Daring females, devoted males, and reversed sexual size dimorphism in the sand-dwelling spider Allocosa brasiliensis (Araneae, Lycosidae)

  • Anita Aisenberg
  • Carmen Viera
  • Fernando G. Costa
Original Paper

Abstract

Sexual selection theory predicts that a higher investment in offspring will turn females into the selective sex, while males will compete for accessing and courting them. However, there are exceptions to the rule. When males present a high reproductive investment, sex roles can reverse from typical patterns, turning males into the choosy sex, while females locate males and initiate courtship. In many spiders, males are smaller than females, wandering in search of sedentary females and maximizing the number of copulations. In the present study, we present findings on the sand-dwelling wolf spider, Allocosa brasiliensis, evidencing a reversal in typical courtship roles reported for the first time in spiders. Males were bigger than females. Females located males and initiated courtship. Copulation always occurred in male burrows and took place mainly in long burrows. Males donated their burrows to the females after copulation, closing the entrance before leaving with female cooperation from inside. Males would provide females with a secure place for ovipositing, being exposed to predation and diminishing their future mating possibilities until constructing a new burrow.

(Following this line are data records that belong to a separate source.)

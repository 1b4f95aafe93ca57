// What kind of jet a track is, as probabilities with their reasons; undecided is a fine answer.

import { JET_KINDS, type Evidence, type JetKind } from './evidence.ts';
import { barrierEvidence, nocturnalEvidence, otherEvidence, valleyEvidence, type KindCase } from './kind-evidence.ts';

export interface KindFinding {
  /** Probability of each kind; together 1. */
  readonly kinds: Readonly<Record<JetKind, number>>;
  /** The kind that is more likely than all others together, with some margin. */
  readonly kind: JetKind | 'undecided';
  readonly evidence: readonly Evidence[];
}

/** Odds before anything is looked at: terrain kinds only where terrain of that kind bears on the station. */
const BEFOREHAND: Readonly<Record<JetKind, number>> = { nocturnal: 1, barrier: 0.5, 'valley-exit': 0.5, other: 1 };
/** Below this probability nothing is decided. Our own choice. */
const DECIDED = 0.6;

/** Weighs the evidence for each kind. */
export function kindOf(kindCase: KindCase): KindFinding {
  const rows: Record<JetKind, readonly Evidence[]> = {
    nocturnal: nocturnalEvidence(kindCase),
    barrier: strongest(kindCase, 'barrier'),
    'valley-exit': strongest(kindCase, 'valley'),
    other: otherEvidence(kindCase),
  };
  const odds = JET_KINDS.map((kind) => {
    const terrain = kind === 'barrier' || kind === 'valley-exit';
    return terrain && rows[kind].length === 0 ? 0 : BEFOREHAND[kind] * Math.exp(sum(rows[kind]));
  });
  const all = odds.reduce((total, one) => total + one, 0);
  const kinds = Object.fromEntries(JET_KINDS.map((kind, k) => [kind, odds[k]! / all])) as Record<JetKind, number>;
  const likeliest = JET_KINDS.reduce((best, kind) => (kinds[kind] > kinds[best] ? kind : best));
  return {
    kinds,
    kind: kinds[likeliest] >= DECIDED ? likeliest : 'undecided',
    evidence: JET_KINDS.flatMap((kind) => rows[kind]),
  };
}

/** Evidence for the axis of a kind that it speaks for most; none where no such axis bears on the station. */
function strongest(kindCase: KindCase, kind: 'barrier' | 'valley'): readonly Evidence[] {
  const rows = kindCase.axes
    .filter((axis) => axis.kind === kind)
    .map((axis) => (kind === 'barrier' ? barrierEvidence(kindCase, axis) : valleyEvidence(kindCase, axis)));
  return rows.sort((a, b) => sum(b) - sum(a))[0] ?? [];
}

function sum(rows: readonly Evidence[]): number {
  return rows.reduce((total, { weight }) => total + weight, 0);
}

The cost of vacating the burrow and losing the refuge in an unpredictable habitat, such as sand dunes, would explain the courtship roles reversal in this spider species. Results turn A. brasiliensis as a promising model for discussing the determinants of sex roles and the pressures that drive their evolution and maintenance.

Keywords

Wolf spider Sex roles Sexual size dimorphism reversal 

Notes

Acknowledgments

Martín Graña, Alfredo Peretti, Fernando Pérez-Miles, and Sergio Martínez for their useful comments on a previous version of the manuscript. We are grateful to Darryl Gwynne, Yael Lubin, Matthias Foellmer, and an anonymous reviewer for their suggestions that substantially improved the manuscript. Rodrigo Postiglioni helped converting the videos to digital format. The study was supported by a grant awarded to AA from PEDECIBA, Facultad de Ciencias, Universidad de la República, Uruguay. Experiments comply with current Uruguayan and institutional laws.

Supplementary material

Video S1

Male closing the burrow entrance and guarding after the copulation, while the female liberates silk and collaborates in closing the entrance from inside the burrow (WMV 1.1 MB)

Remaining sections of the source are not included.